ぜんそく征服ジャーナル

163号

あんな症例こんな症例/ 愛情飢餓型重症難治性喘息



Mちゃんは4才の女の子です。1才の秋から喘息になり、年に数回の大発作が出現し、2
才になってからは年間50日以上入院するという、典型的な重症難治型の喘息でした。

はじめて久徳クリニックを受診したのは2才10ヶ月のときでした。大発作が多く入退院をくり返していたころでした。

初診時の印象は、こう言っては失礼ですが、意地悪そうな甘えた感じの女の子でした。目つきもけわしく、すぐやんちゃを言って診察室でひっくりかえって泣きわめき、お母さんに抱かれたがります。検査の採血などはもう大変、診察室までひびきわたるような大声を張り上げていました。

初診時の病歴調査から、情緒面の不安定さの強い心因性喘息であることはすぐにわかりました。発作は通年性で、夕方から寝入りばなに悪化し、一度悪化すると5〜6ヶ月ダラダラ続く。発作がダラダラしているうちに発熱して、より悪化することはあっても、発熱と発作が同時にはじまることはないというタイプでした。

この年令で心理的に悪化する場合は、愛情飢餓型か、分離不安定型が多いものなのですが、結論を先にいってしまえば、Mちゃんは愛情餓鬼型でした。

Mちゃんのお母さんは、どちらかというと社交的なタイプでまだちょっと娘さん気分が抜けきらない感じの人で、自分なりの意見もしっかり表現することができますが、思い通りに事が運ばないとイライラしやすいタイプの人でした。

結婚後も数年は仕事を続けるつもりでいたため、赤ちゃんを生むことは考えていませんでした。しかし、結婚して1年目に、予定外に妊娠してしまったのです。そのときお母さんは、「あ−しまった」と思われたそうです。中絶してしまうわけにもいかず、夫の意見もあり会社をやめてMちゃんを産んだ訳ですが、はじめての予定外の妊娠への不安、「体にさわるから」と外出等が制限されることに対する不満などで、妊娠中はウツウツとして暮らしたということでした。

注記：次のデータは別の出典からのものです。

SLIPS = [
    # the contract itself
    ("currency: EUR", "currency: euro",
     "2:11: expected a currency code of three capital letters, as 'EUR', found 'euro'"),
    ("currency: EUR", "curency: EUR",
     "2:1: 'curency' is not a key of the contract; did you mean 'currency'?"),
    ("currency: EUR\n", "", "1:1: 'currency' is missing in the contract"),
    ("notional: 1000000\n", "",
     "1:1: 'notional' (payments are multiples of it) or 'units' (payments are money per unit) is missing in "
     "the contract"),
    ("notional: 1000000", "notional: 1\nunits: 1",
     "4:1: a contract has 'notional' (payments are multiples of it) or 'units' (payments are money per "
     "unit), not both"),
    ("1000000", "-1", "3:11: expected an amount above 0, found '-1'"),
    ("1000000", "1,000,000", "3:11: expected a number, found '1,000,000'; write '1000000'"),
    ("[harbour, lantern]", "harbour", "4:9: expected a list of assets, as '[harbour]', found 'harbour'"),
    ("[harbour, lantern]", "[harbour, lantern, harbour]", "4:28: 'harbour' stands twice in 'assets'"),
    ("[harbour, lantern]", "[]", "4:9: expected one asset or more, found a list; the list is empty"),
    ("[harbour, lantern]", "[harbour, lan/tern]",
     "4:19: expected the name of an asset, of letters, digits and . _ - &, found 'lan/tern'"),
    ("[harbour, lantern]", "[harbour lantern]",
     "4:10: expected the name of an asset, of letters, digits and . _ - &, found 'harbour lantern'"),
    ("start: 2026-11-16", "start: 16.11.2026",
     "5:8: expected a date such as '2026-11-16', found '16.11.2026'; write '2026-11-16'"),
    ("start: 2026-11-16\n", "", "1:1: 'start' is missing in the contract"),
    ("day_count: 30/360\n", "", "1:1: 'day_count' is missing in the contract: 'sampler' pays by 'period'"),
    ("30/360", "30/365",
     "6:12: expected a day count: 'Actual/Actual (ISDA)', 'Actual/Actual (ICMA)', 'Actual/365 (Fixed)', "
     "'Actual/360', '30/360', '30E/360' or '30E/360 (ISDA)', found '30/365'"),
    ("30/360", "ACT/364",
     "6:12: expected a day count: 'Actual/Actual (ISDA)', 'Actual/Actual (ICMA)', 'Actual/365 (Fixed)', "
     "'Actual/360', '30/360', '30E/360' or '30E/360 (ISDA)', found 'ACT/364'"),
    ("30/360", "ACT/365",
     "6:12: expected a day count: 'Actual/Actual (ISDA)', 'Actual/Actual (ICMA)', 'Actual/365 (Fixed)', "
     "'Actual/360', '30/360', '30E/360' or '30E/360 (ISDA)', found 'ACT/365'; did you mean 'Actual/365 (Fixed)'?"),
    ("2 business days", "2 days",
     "7:13: expected a number of business days, as '2 business days', found '2 days'"),
    ("2 business days", "9999 business days",
     "7:13: expected a lag of at most 250 business days, found '9999 business days'"),
    ("[harbour, lantern]", "[[], {}, harbour]",
     "4:10: expected the name of an asset, of letters, digits and . _ - &, found a list",
     "4:14: expected the name of an asset, of letters, digits and . _ - &, found a mapping"),
    ("settlement: 2 business days\n", "", "1:1: 'settlement' is missing in the contract"),
    ("roll: modified following", "roll: modified", "8:33: expected a roll convention: 'following', 'modified "
                                                   "following' or 'preceding', found 'modified'; did you "
                                                   "mean 'modified following'?"),
    ("holidays: ECB, ", "", "8:11: 'holidays' is missing in the calendar"),
    ("payoff: sampler", "payoff: sampller", "9:9: there is no payoff 'sampller'; did you mean 'sampler'?"),
    ("day_count: 30/360", "day_count: 30/360\nhappened: {hit: true}",
     "7:17: expected what happened by date, as 'hit: {2027-03-04: true}', found 'true'"),
    # terms by name
    ("  side: call\n", "", "11:3: 'side' is missing in the terms of 'sampler'"),
    ("  side: call", "  syde: call",
     "18:3: 'syde' is not a key of the terms of 'sampler'; did you mean 'side'?"),
    # numbers
    ("812.40", "-812.40", "11:22: expected an amount above 0, found '-812.40'"),
    ("{lantern: 812.40, harbour: 4210.50}", "100%",
     "11:12: expected an amount of money, found '100%'; write it without a unit"),
    ("{lantern: 812.40,", "{latern: 812.40,",
     "11:13: 'latern' is not a key of 'initial', which goes by asset; did you mean 'lantern'?"),
    ("{lantern: 812.40, harbour: 4210.50}", "{harbour: 4210.50}",
     "11:12: 'lantern' is missing in 'initial', which goes by asset"),
    ("{lantern: 812.40, harbour: 4210.50}", "[1, 2, 3]",
     "11:12: 'initial' has 3 numbers for 2 assets: 'harbour' and 'lantern'"),
    ("[100%, 95%, 90%]", "70", "14:12: expected a percentage with its unit, found '70'; write '70%'"),
    ("[100%, 95%, 90%]", "[100%, 0.95, 90%]",
     "14:19: expected a percentage with its unit, found '0.95'; write '95%' or '0.95%'"),
    ("[100%, 95%, 90%]", "-5%", "14:12: 'barrier' must be at least 0%, found '-5%'"),
    ("[100%, 95%, 90%]", "200%", "14:12: 'barrier' must be below 200%, found '200%'"),
    ("[100%, 95%, 90%]", "{harbour: 90%, lantern: 80%}",
     "14:12: expected one number, or a list with one for each date of 'dates', found a mapping"),
    ("[100%, 95%, 90%]", "[]",
     "14:12: expected one number for each date of 'dates', found a list; the list is empty"),
    ("[0.6, 40%]", "[0, 40%]", "15:13: 'weights' must be above 0, found '0'"),
    ("[0.6, 40%]", "10.5", "15:12: 'weights' must be at most 10, found '10.5'"),
    ("[0.6, 40%]", "nan", "15:12: expected a finite number, found 'nan'"),
    # words
    ("side: call", "side: caal",
     "18:9: expected 'side' to be: 'call' or 'put', found 'caal'; did you mean 'call'?"),
    ("side: call", "side: call\n  memory: yes", "19:11: expected true or false, found 'yes'; write true"),
    ("payer: lantern", "payer: latern",
     "19:10: expected 'payer' to be: 'harbour' or 'lantern', found 'latern'; did you mean 'lantern'?"),
    # dates
    ("first_call: 2027-05-16", "first_call: 2027-02-29",
     "16:15: expected a day of the calendar, found '2027-02-29'"),
    ("first_call: 2027-05-16", "first_call: soon",
     "16:15: expected a date such as '2026-11-16', a time such as '0.25y' or the name of another date term, "
     "found 'soon'"),
    ("first_call: 2027-05-16", "first_call: dates",
     "16:15: 'dates' has several dates; expected one, as 'dates.first' or 'dates.last'"),
    ("first_call: 2027-05-16", "first_call: dates.lst",
     "16:15: '.lst' is no part of 'dates'; did you mean 'last'?"),
    ("first_call: 2027-05-16", "first_call: [2027-05-16]",
     "16:15: expected a date such as '2026-11-16', a time such as '0.25y' or the name of another date term, "
     "found a list"),
    ("first_call: 2027-05-16", "first_call: 0.5y",
     "16:15: this is a time, but the contract uses calendar dates, as 2027-02-16"),
    ("until: 2027-08-16, every: 3 months", "until: 2027-08-16, evry: 3 months",
     "12:48: 'evry' is not a key of the date rule 'dates'; did you mean 'every'?"),
    (", every: 3 months", "", "12:10: 'every' is missing in the date rule 'dates'"),
    ("every: 3 months", "every: 3 month ends",
     "12:55: expected a period such as '3 months' or '1 business day', found '3 month ends'"),
    ("every: 3 months", "every: 0 months", "12:55: expected a step of at least 1, found '0 months'"),
    ("every: 3 months", "count: 3", "12:10: equal steps ('count') are for times; with calendar dates write "
                                    "'{from: ..., until: ..., every: 3 months}'"),
    ("every: 3 months", "every: 3 months, count: 3",
     "12:65: the date rule 'dates' has both 'every' and 'count'; keep one"),
    ("{from: 2027-02-16, until", "{until", "12:10: 'from' is missing in the date rule"),
    ("{from: 2027-02-16, until: 2027-08-16, every: 3 months}", "{continuous: [2027-02-16, 2027-08-16]}",
     "12:11: 'dates' is a list of dates; only a watch term can be continuous"),
    ("first_call: 2027-05-16", "first_call: 6.5.2027",
     "16:15: expected a date such as '2026-11-16', a time such as '0.25y' or the name of another date term, "
     "found '6.5.2027'; write '2027-05-06'"),
    ("{continuous: [2026-12-01, dates.last]}", "continuously",
     "17:12: expected dates, a rule of dates, the name of another date term, or '{continuous: [from, until]}', "
     "found 'continuously'"),
    ("[2027-02-18, 2027-05-19, 2027-08-18]", "quarterly",
     "13:12: expected dates such as '[2026-11-16, 2027-05-17]', a rule such as '{from: 2026-11-16, until: 2027-11-16, "
     "every: 3 months}', or the name of another date term, found 'quarterly'"),
    ("812.40", "812,40", "11:22: expected a number, found '812,40'; write '812.40'"),
    ("[2026-12-01, dates.last]", "[2026-12-01]",
     "17:25: expected two dates, as in '{continuous: [from, until]}', found a list"),
    ("[2027-02-18, 2027-05-19, 2027-08-18]", "[]",
     "13:12: expected one date or more, found a list; the list is empty"),
    ("[2027-02-18, 2027-05-19, 2027-08-18]", "watched",
     "13:12: 'watched' is watched continuously and has no list of dates"),
]
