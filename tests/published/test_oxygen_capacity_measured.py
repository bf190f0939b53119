"""Measured oxygen capacity of human haemoglobin.

Domínguez de Villota ED et al. Br J Anaesth 1981;53:1325-1328: 1.392 +- 0.007 mL/g of active haemoglobin.
Dijkhuizen P et al. Pflügers Arch 1977;369:223-231: 1.368 (SD 0.017) mL/g of total haemoglobin as it is found in blood.
"""

import dataclasses

import pytest

from worksheet.oxygen.constants import DEFAULT
from worksheet.oxygen.content import capacity


def test_active_haemoglobin():
    assert capacity(1.0, 0.0, DEFAULT) == pytest.approx(1.392, abs=0.007)


def test_active_haemoglobin_from_molar_volume_and_mass():
    # 4 x 22,394 mL/mol / 64,458 g/mol
    assert capacity(1.0, 0.0, DEFAULT) == pytest.approx(4 * 22394 / 64458, abs=0.005)


def test_total_haemoglobin_of_normal_blood():
    # about 1.5 % COHb and MetHb in those samples (common practice)
    assert capacity(1.0, 0.015, DEFAULT) == pytest.approx(1.368, abs=0.017)


def test_bedside_figure_1_34():
    assert capacity(1.0, DEFAULT.usual_inactive, DEFAULT) == pytest.approx(1.34, abs=0.005)
    assert capacity(1.0, 0.0, dataclasses.replace(DEFAULT, hufner=1.34)) == pytest.approx(1.34, abs=1e-12)
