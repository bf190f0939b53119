"""OpenAnesthesia, "ABG measurement: temperature effect": rules per °C of body temperature below 37.

PO2 5 mmHg, PCO2 2 mmHg, pH 0.015, for normal arterial blood; printed to 1 mmHg and 0.001.
Bradley AF, Severinghaus JW, Stupfel M. J Appl Physiol 1956;9:201-204: factor 0.0185 per °C on log10 PCO2 (0.019 since
Kelman & Nunn 1966), measured 0.024 +- 0.006 on log10 PO2.
"""

import numpy as np
import pytest

from worksheet.oxygen.acidbase import pco2_at, ph_at, po2_at


def test_ph_rises_by_0_015():
    assert ph_at(7.40, 36.0) - 7.40 == pytest.approx(0.015, abs=0.0005)


def test_pco2_falls_by_2():
    assert 40.0 - pco2_at(40.0, 36.0) == pytest.approx(2.0, abs=0.5)


def test_po2_falls_by_5():
    assert 90.0 - po2_at(90.0, 36.0) == pytest.approx(5.0, abs=0.6)


def test_log_factor_of_pco2():
    assert np.log10(pco2_at(40.0, 38.0) / 40.0) == pytest.approx(0.0185, abs=0.0005 + 1e-9)


@pytest.mark.parametrize("po2", [60.0, 90.0, 100.0])
def test_log_factor_of_po2(po2):
    assert np.log10(po2_at(po2, 38.0) / po2) == pytest.approx(0.024, abs=0.007)
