"""Clinical haemodynamics chapter "Normal values" (alpfmedical.info, cardiac output): a hypothetical normal adult.

BSA 1.84 m², CO 5 L/min, CaO2 20.73 and CvO2 15.76 mL/dL: delivery 563 mL/min/m², extraction 24 %. The VO2 the chapter
prints (132 mL/min/m²) does not follow from its own numbers (they give 135) and is not used.
"""

import pytest

from worksheet.oxygen.delivery import extraction_ratio, oxygen_delivery


def test_delivery_index():
    assert oxygen_delivery(5.0 / 1.84, 20.73) == pytest.approx(563, abs=0.5)


def test_extraction():
    assert extraction_ratio(20.73, 15.76) == pytest.approx(0.24, abs=0.005)
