"""Rice TW et al. Comparison of the SpO2/FiO2 ratio and the PaO2/FiO2 ratio. Chest 2007;132:410-417 (abstract).

S/F = 64 + 0.84 P/F; S/F of 235 and 315 correspond with P/F of 200 and 300 (published to the next multiple of 5).
"""

import numpy as np
import pytest

from worksheet.oxygen.exchange import rice_sf, sf_ratio


@pytest.mark.parametrize(("pf", "sf"), [(200, 235), (300, 315)])
def test_thresholds(pf, sf):
    assert rice_sf(pf) == pytest.approx(sf, abs=5.0)


@pytest.mark.parametrize(("pf", "sf"), [(0, 64), (100, 148), (200, 232), (300, 316)])
def test_equation(pf, sf):
    assert rice_sf(pf) == pytest.approx(sf, abs=1e-9)


def test_only_saturations_below_the_flat_part_were_studied():
    assert np.isfinite(sf_ratio(0.97, 0.4))
    assert np.isnan(sf_ratio(0.98, 0.4))
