"""Lecturio, "Henderson-Hasselbalch equation: examples": three pairs of bicarbonate and PCO2 with the pH they give.

The lecture uses pK 6.1 and 0.03; the guideline's 6.105 and 0.0307 used here move bicarbonate by 1.2 %, that is 0.005 in
pH. pH is printed to 0.01.
"""

import numpy as np
import pytest

from worksheet.oxygen.acidbase import bicarbonate

EXAMPLES = [(24, 40, 7.40), (26, 60, 7.26), (22, 20, 7.66)]  # mmol/L, mmHg, pH


@pytest.mark.parametrize(("hco3", "pco2", "ph"), EXAMPLES)
def test_bicarbonate(hco3, pco2, ph):
    # a pH printed to 0.01 leaves 1.2 % of bicarbonate open, the two sets of constants another 1.2 %
    assert bicarbonate(ph, pco2) == pytest.approx(hco3, rel=0.024)


@pytest.mark.parametrize(("hco3", "pco2", "ph"), EXAMPLES)
def test_ph_back_from_bicarbonate(hco3, pco2, ph):
    found = 7.4 + np.log10(hco3 / bicarbonate(7.4, pco2))
    assert found == pytest.approx(ph, abs=0.005 + 0.005)
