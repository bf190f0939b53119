"""Siggaard-Andersen O, Fogh-Andersen N, Gøthgen IH, Larsen VH: The oxygen status of the arterial blood revised.
Scand J Clin Lab Invest 1990;50 Suppl 203:17-28 (authors from memory).

From the abstract: extractable oxygen is what is extracted at a tension of 5.0 kPa; a normal arterio-venous difference
is 2.3 mmol/L, so normal arterial blood (compensation factor 1.0) holds 2.3 mmol/L of it.
"""

import dataclasses

import pytest

from worksheet.oxygen.constants import DEFAULT
from worksheet.oxygen.content import extractable_oxygen
from worksheet.oxygen.curve import p50_grade, saturation_tanh
from worksheet.oxygen.quantities import HB_G_PER_MMOL, MMHG_PER_KPA

ML_DL_PER_MMOL_L = 2.2394
AT_5_KPA = dataclasses.replace(DEFAULT, end_capillary_po2=5.0 * MMHG_PER_KPA)


def test_normal_arterial_blood_holds_2_3_mmol_per_litre_of_extractable_oxygen():
    # normal adult: haemoglobin 9.3 mmol/L (men), PO2 12 kPa, COHb 1 %, MetHb 0.5 % (common practice)
    po2, hb = 12.0 * MMHG_PER_KPA, 9.3 * HB_G_PER_MMOL
    so2 = saturation_tanh(po2, cohb=0.01, methb=0.005)
    found = extractable_oxygen(hb, 0.015, so2, po2, 7.40, 40.0, 37.0, 0.01, 0.005, AT_5_KPA)
    assert found / ML_DL_PER_MMOL_L == pytest.approx(2.3, abs=0.05)
    assert 2.3 / (found / ML_DL_PER_MMOL_L) == pytest.approx(1.0, abs=0.05)


def test_the_site_default_is_5_kpa_rounded_up_to_a_whole_mmhg():
    assert pytest.approx(5.0, abs=0.1) == DEFAULT.end_capillary_po2 / MMHG_PER_KPA


def test_no_p50_from_a_saturation_above_97_percent():
    assert p50_grade(0.97) == 1
    assert p50_grade(0.971) == 0
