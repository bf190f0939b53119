"""ARDS Definition Task Force. Acute respiratory distress syndrome: the Berlin definition. JAMA 2012;307:2526-2533.

Mild above 200 to 300, moderate above 100 to 200, severe to 100 mmHg, at a PEEP or CPAP of at least 5 cmH2O; above
1000 m P/F times barometric pressure over 760.
"""

import numpy as np
import pytest

from worksheet.oxygen.exchange import BAND_WORDS, Band, pf_altitude_corrected, pf_band


@pytest.mark.parametrize(
    ("pf", "band"),
    [
        (300.1, Band.ABOVE),
        (300, Band.MILD),
        (200.1, Band.MILD),
        (200, Band.MODERATE),
        (100.1, Band.MODERATE),
        (100, Band.SEVERE),
        (40, Band.SEVERE),
    ],
)
def test_bands(pf, band):
    assert pf_band(pf, 5.0) == band


@pytest.mark.parametrize(("pf", "peep"), [(150, 4.9), (150, np.nan), (np.nan, 10)])
def test_no_band_without_its_condition(pf, peep):
    assert pf_band(pf, peep) == Band.NOT_REPORTED


@pytest.mark.parametrize(
    ("pf", "pressure", "corrected"),
    [(200, 760, 200), (200, 700, 200), (200, 560, 200 * 560 / 760)],  # 560 mmHg: 2600 m
)
def test_altitude(pf, pressure, corrected):
    assert pf_altitude_corrected(pf, pressure) == pytest.approx(corrected, abs=1e-9)


def test_every_band_has_words_and_none_names_a_diagnosis():
    assert set(BAND_WORDS) == set(Band)
    assert not any("ARDS" in words or "syndrome" in words for words in BAND_WORDS.values())
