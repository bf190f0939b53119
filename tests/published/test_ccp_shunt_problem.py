"""Community College of Philadelphia, respiratory care course 210, shunt equations, problem 1 (worked solution).

PaO2 90, PvO2 40, Hb 15, SaO2 0.95, SvO2 0.70, air at sea level, PaCO2 40, R 0.8; 1.34 mL/g, 0.003 mL/dL/mmHg. The
solution uses the short alveolar equation and a saturated end capillary, printed to 0.01 mL/dL and 0.1 %.
"""

import dataclasses

import pytest

from worksheet.oxygen.constants import DEFAULT
from worksheet.oxygen.content import oxygen_content
from worksheet.oxygen.exchange import alveolar_po2_short, shunt_fraction

THEIRS = dataclasses.replace(DEFAULT, hufner=1.34, o2_solubility=0.003, water_vapour=47.0, respiratory_quotient=0.8)


@pytest.mark.parametrize(
    ("saturation", "po2", "content"),
    [(1.0, 99.73, 20.399), (0.95, 90.0, 19.36), (0.70, 40.0, 14.19)],
)
def test_contents(saturation, po2, content):
    assert oxygen_content(15.0, saturation, po2, THEIRS) == pytest.approx(content, abs=0.01)


def test_alveolar_pressure():
    assert alveolar_po2_short(0.21, 40.0, 760.0, THEIRS) == pytest.approx(99.73, abs=0.005)


def test_shunt():
    assert shunt_fraction(20.39, 19.36, 14.19) == pytest.approx(0.166, abs=0.0005)


def test_estimated_shunt_with_a_difference_of_3_5():
    # printed 22.7 %: 1.03/4.53
    assert shunt_fraction(20.39, 19.36, 19.36 - 3.5) == pytest.approx(0.227, abs=0.0005)
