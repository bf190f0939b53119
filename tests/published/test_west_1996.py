"""West JB. Prediction of barometric pressures at high altitudes with the use of model atmospheres.

J Appl Physiol 1996;81:1850-1854. The model is used because the standard atmosphere is wrong where people climb: 253
mmHg were measured on the summit of Mount Everest (West JB et al. J Appl Physiol 1983;55:688-698), the standard
atmosphere gives 236.
"""

import pytest

from worksheet.oxygen.exchange import barometric_pressure_icao, barometric_pressure_west


def test_everest_summit():
    assert barometric_pressure_west(8848.0) == pytest.approx(253.0, abs=0.5)


def test_standard_atmosphere_is_17_mmhg_too_low_there():
    assert barometric_pressure_icao(8848.0) == pytest.approx(236.0, abs=0.5)


def test_sea_level():
    assert barometric_pressure_west(0.0) == pytest.approx(760.0, abs=0.6)  # exp(6.63268) = 759.5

なおかつ悪いことに、Mちゃんが生まれてから、お母さんは再び外に出て働きはじめ、気がついたときには、Mちゃんの養育の中心は、同居していた父方の祖母になってしまっていたのです。

このような状況の中でMちゃんは愛情飢餓状態になってしまったのです。

喘息発症後も、薬による対症療法のみで、親子関係の重要さについての指導がまったくなされていなかったため、Mちゃんの喘息は改善せず、お母さんもどうしてよいかわからずイライラが多くなり、自分の言うことをきかないMちゃんを叱ってばかりでした。予定外の妊娠、生まれてからの養育の中心者が祖母であったことなどが影響し、お母さんの中に、Mちゃんに対しての愛情が育っていなかったのです。

あるとき、お母さんは、「いけないことだとは思いますが、私はこの子があまりかわいくないのです。この子が生まれたことによって好きな仕事が中断されたし、育児に手がかかるので。」と言われたのです。

こういうケースでは、まず子供のことをかわいく思えるようになることが治療の第一歩になります。しかしそれは、簡単なことではありません。

そこで、その時は、お母さんに次のような事を実行してもらうようにお願いしました。

毎晩Mちゃんの寝顔を30分以上ながめながら、「何てかわいいんだろう、この子は私の宝物だ。」としっかり自分に言いきかせるようにしてもらったのです。

これが意外に効果的でした。

2週間ほどして、外来でMちゃんに会ったとき、顔つきがすごく柔和になっていました。診察室でも1人でイスにすわってシャツをもちあげます。目つきもイキイキとしていて、なんと注射のときも自らすすんで腕まくりをして腕を出すのです。

甘えるよりも、頑張ってほめられる事を好む、たくましい3才児になっていました。

「いい子になっちゃいましたネ」とお母さんの顔を見ると、お母さんも本当に晴ればれとした顔つきです。

「先生に言われたようにしてみたら、本当にこの子がかわいくなってきました。思いきって仕事もやめて、祖母にあずけることもやめ、毎日一緒に楽しく遊んでいます。」とお母さんは言われました。

お母さんがMちゃんに接する態度を改めた時期と、ほほ時を同じくして、Mちゃんのひどい発作はぴたりと止まってしまったのです。